Sorry to necro this thread, but I am looking to update my iPad control setup (TouchOSC) and am working out what the best option is. I actually bought Composer Tool Pro like 2 years ago but never got round to setting it up. Metagrid looks super slick and obvs comes with a lot of Logic control functionality built in. Can you create MIDI CC/pitchbend faders though? Or XY CC pads? Am I right in thinking that CTPro has some clever communication whereby the control template for the track you select is automatically presented? It looks like it's likely to feel clunky in the Lemur shell, is that the case? Does it support iPad Pro? Which is going to be easiest to setup with a ton of libraries?

Any thoughts much appreciated.


----------



## octave music (Feb 2, 2021)

NoOneKnowsAnything said:


> I love UACC and only wish all the Spitfire Player titles had the same pop up as the Kontakt instruments do. I use Metagrid and an iPad.

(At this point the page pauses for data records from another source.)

// SPDX-License-Identifier: GPL-3.0-or-later
#include <array>

#include "method/difference.h"
#include "method/method.h"
#include "method/modulation.h"
#include "method/multitone.h"
#include "method/reference_tone.h"
#include "method/silence.h"
#include "method/square_sine.h"
#include "method/steady.h"
#include "method/swept.h"

namespace kneeprint {

std::span<const Method> methods() {
  // clang-format off
  static const std::array table{
      steady_sine(),
      swept_sine(),
      smpte_modulation(),
      din_modulation(),
      modulation(),
      ccif_difference(),
      total_difference(),
      square_sine(),
      multitone(),
      silence(),
      reference_tone(),
  };
  // clang-format on
  return table;
}

const Method* find_method(std::string_view id) {
  for (const Method& m : methods()) {
    if (m.id == id) return &m;
  }
  return nullptr;
}

std::vector<MethodNeeds> method_needs() {
  std::vector<MethodNeeds> needs;
  for (const Method& m : methods()) needs.push_back(m.needs);
  return needs;
}

}  // namespace kneeprint
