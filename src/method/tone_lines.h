// SPDX-License-Identifier: GPL-3.0-or-later
// The lines k1 f1 + k2 f2 in a take of two tones: each referred to the tones' own phases block by
// block, a recorder's drifting time and the return's share of the rig's response taken out.
#pragma once

#include <array>
#include <vector>

#include "method/block_spectra.h"
#include "method/coherent.h"
#include "method/products.h"
#include "method/reading.h"
#include "method/time_base.h"

namespace kneeprint {

class ToneLines {
 public:
  /// `rig` must outlive this.
  ToneLines(const Waveform& take, const HoldLayout& hold, const CoherentPair& tones,
            const RigView& rig);

  const BlockSpectra& spectra() const { return spectra_; }
  const CoherentPair& tones() const { return tones_; }
  Hertz frequency(ProductIndex p) const;  ///< |k1 f1 + k2 f2|
  std::size_t bin(ProductIndex p) const;
  /// Is it below the highest frequency that this rate (or the recording's) can show?
  bool in_reach(ProductIndex p) const;

  /// Mean over the blocks from `first`, as it left the unit: phases minus k1 and k2 times those of
  /// the output tones (a tone itself is real); a product at a negative frequency as it stands
  /// there. In reach only.
  Line product(ProductIndex p, int first) const;
  /// How far the unknown split of the rig's response makes the product over f2 uncertain (relative,
  /// standard).
  double split_u(ProductIndex p) const;

 private:
  const RigView& rig_;
  Hertz rate_;
  CoherentPair tones_;
  SteadiedTake steadied_;
  BlockSpectra spectra_;
  std::vector<std::array<double, 2>> turns_;  // of both tones, by block
};

}  // namespace kneeprint
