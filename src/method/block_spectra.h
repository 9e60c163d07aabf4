// SPDX-License-Identifier: GPL-3.0-or-later
// The steady part of a take as one whole-period spectrum per block, and the mean of a line over
// blocks with its type A uncertainty.
#pragma once

#include <complex>
#include <functional>

#include "method/method.h"
#include "signal/fft.h"

namespace kneeprint {

/// Mean of a spectral line over blocks.
struct Line {
  std::complex<double> mean;  ///< peak amplitude, cosine reference, after the rotation asked for
  double u = 0.0;             ///< standard uncertainty of each component of the mean
  double dof = kInfiniteDof;
};

class BlockSpectra {
 public:
  /// Every block of `hold` in `take`. `stride`: all lines that the stimulus can cause stand on
  /// multiples of so many bins; the bins between show the noise, but for `emptied` bins on either
  /// side of a line (SteadiedTake::emptied).
  BlockSpectra(const Waveform& take, const HoldLayout& hold, std::size_t stride,
               std::size_t emptied = 0);

  int blocks() const { return blocks_; }
  std::size_t bins() const { return bins_; }
  double bin_width() const { return bin_width_; }
  /// Peak amplitude and phase (cosine reference at the block's start) of a bin; bin 0 is the mean.
  std::complex<double> at(int block, std::size_t bin) const {
    return (bin == 0 ? 0.5 * scale_ : scale_) * block_start(block)[bin];
  }

  /// Mean over blocks first .. end-1 of line `bin`, block k rotated by -turn(k) radians first, so
  /// that slow phase drift (referred to the fundamental) does not blur harmonics. u: scatter of the
  /// blocks (2(M-1) dof) pooled with the noise of the bins around, unless an F test at 1 % says
  /// that the blocks scatter more than that noise; then the scatter alone.
  Line mean(std::size_t bin, int first, const std::function<double(int)>& turn) const;
  /// Mean of a tone that the other lines are referred to: of its amplitude block by block, whatever
  /// its phase does. Real; the scatter has one component, so M-1 dof. Noise makes an amplitude read
  /// high by sigma^2 / 2 A in each block (Rice 1944, large A): taken off.
  Line tone(std::size_t bin, int first) const;
  /// Per-component standard deviation of the noise around `bin` in one block (median of |Z|^2 over
  /// neighbours / ln 2, robust against mains lines) and its degrees of freedom; dof 0: no
  /// neighbours. As many neighbours on either side, so that a slope of the noise does not count:
  /// at the 6th bin of 1/f noise one side alone would halve it.
  struct Noise {
    double sigma = 0.0;
    double dof = 0.0;
  };
  Noise noise_around(std::size_t bin, int first) const;
  /// Amplitude of the hum that must be reckoned with on `bin`, where that is a multiple of 50 or 60
  /// Hz (the difference tone of 19 and 20 kHz is): rms of the multiples around it, noise taken off;
  /// 0 where they show none. Above the 50th multiple, where hardly any mains has lines (IEC
  /// 61000-4-7 ends at that order or earlier, from memory), only hum that is certain counts.
  double hum_at(std::size_t bin, int first, const Noise& noise) const;

  /// Mean square of everything from bin `low` to `high` inclusive, per block.
  double band_power(int block, std::size_t low, std::size_t high) const;

 private:
  /// Uncertainty of a mean over blocks from their own `scatter`, the noise around `bin`, and hum: a
  /// type B term of known amplitude and unknown phase, for hum that keeps its phase from block to
  /// block does not show in the scatter.
  Line pooled(std::complex<double> mean, double scatter, double scatter_dof, std::size_t bin,
              int first) const;
  const std::complex<double>* block_start(int block) const {
    return spectra_.get() + static_cast<std::size_t>(block) * bins_;
  }

  int blocks_ = 0;
  std::size_t bins_ = 0;
  SpectrumBuffer spectra_;  // block after block, as the transform leaves them
  double scale_ = 1.0;      // to peak amplitudes; half of it for bin 0
  double bin_width_ = 0.0;
  std::size_t stride_ = 1;
  std::size_t emptied_ = 0;
};

/// 95 % upper limit of an amplitude that was read as `read` under Gaussian noise of `u` per
/// component (Rice 1944): the amplitude that would read lower than this in 2.5 % of cases; never
/// below the level that noise alone exceeds in 5 %, 2.4477 u. It is the upper end of a two-sided
/// 95 % interval, as values have: were it a one-sided 5 % limit, what is stated (a value where the
/// reading is above the threshold, else a limit) would cover amplitudes just above the threshold in
/// 92 % only (Feldman & Cousins 1998, on choosing between the two after the reading).
double amplitude_upper_limit(double read, double u);
/// 2.4477 u: what noise alone exceeds in 5 % of cases (Rayleigh).
double noise_threshold(double u);
/// What noise of `u` adds to a reading taken off: sqrt(read^2 - u^2), 0 below u (Gudbjartsson &
/// Patz 1995, from memory: leaves less bias than read^2 - 2 u^2 under the root).
double without_noise(double read, double u);

}  // namespace kneeprint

That is a good looking UACC template you built there! I built my first one last evening in Metagrid and when I tested it out, I'm having to press the various articulation buttons 2 or 3 times to get them to send out the UACC info to change the articulation. Ever heard of that? Each press is lighting up my MIDI monitor but only the 2nd or 3rd press of the same button is sending the actual MIDI channel 32 change data. I tested it by recording the MIDI track and seeing what it records. Any idea what that could be? Thanks!


----------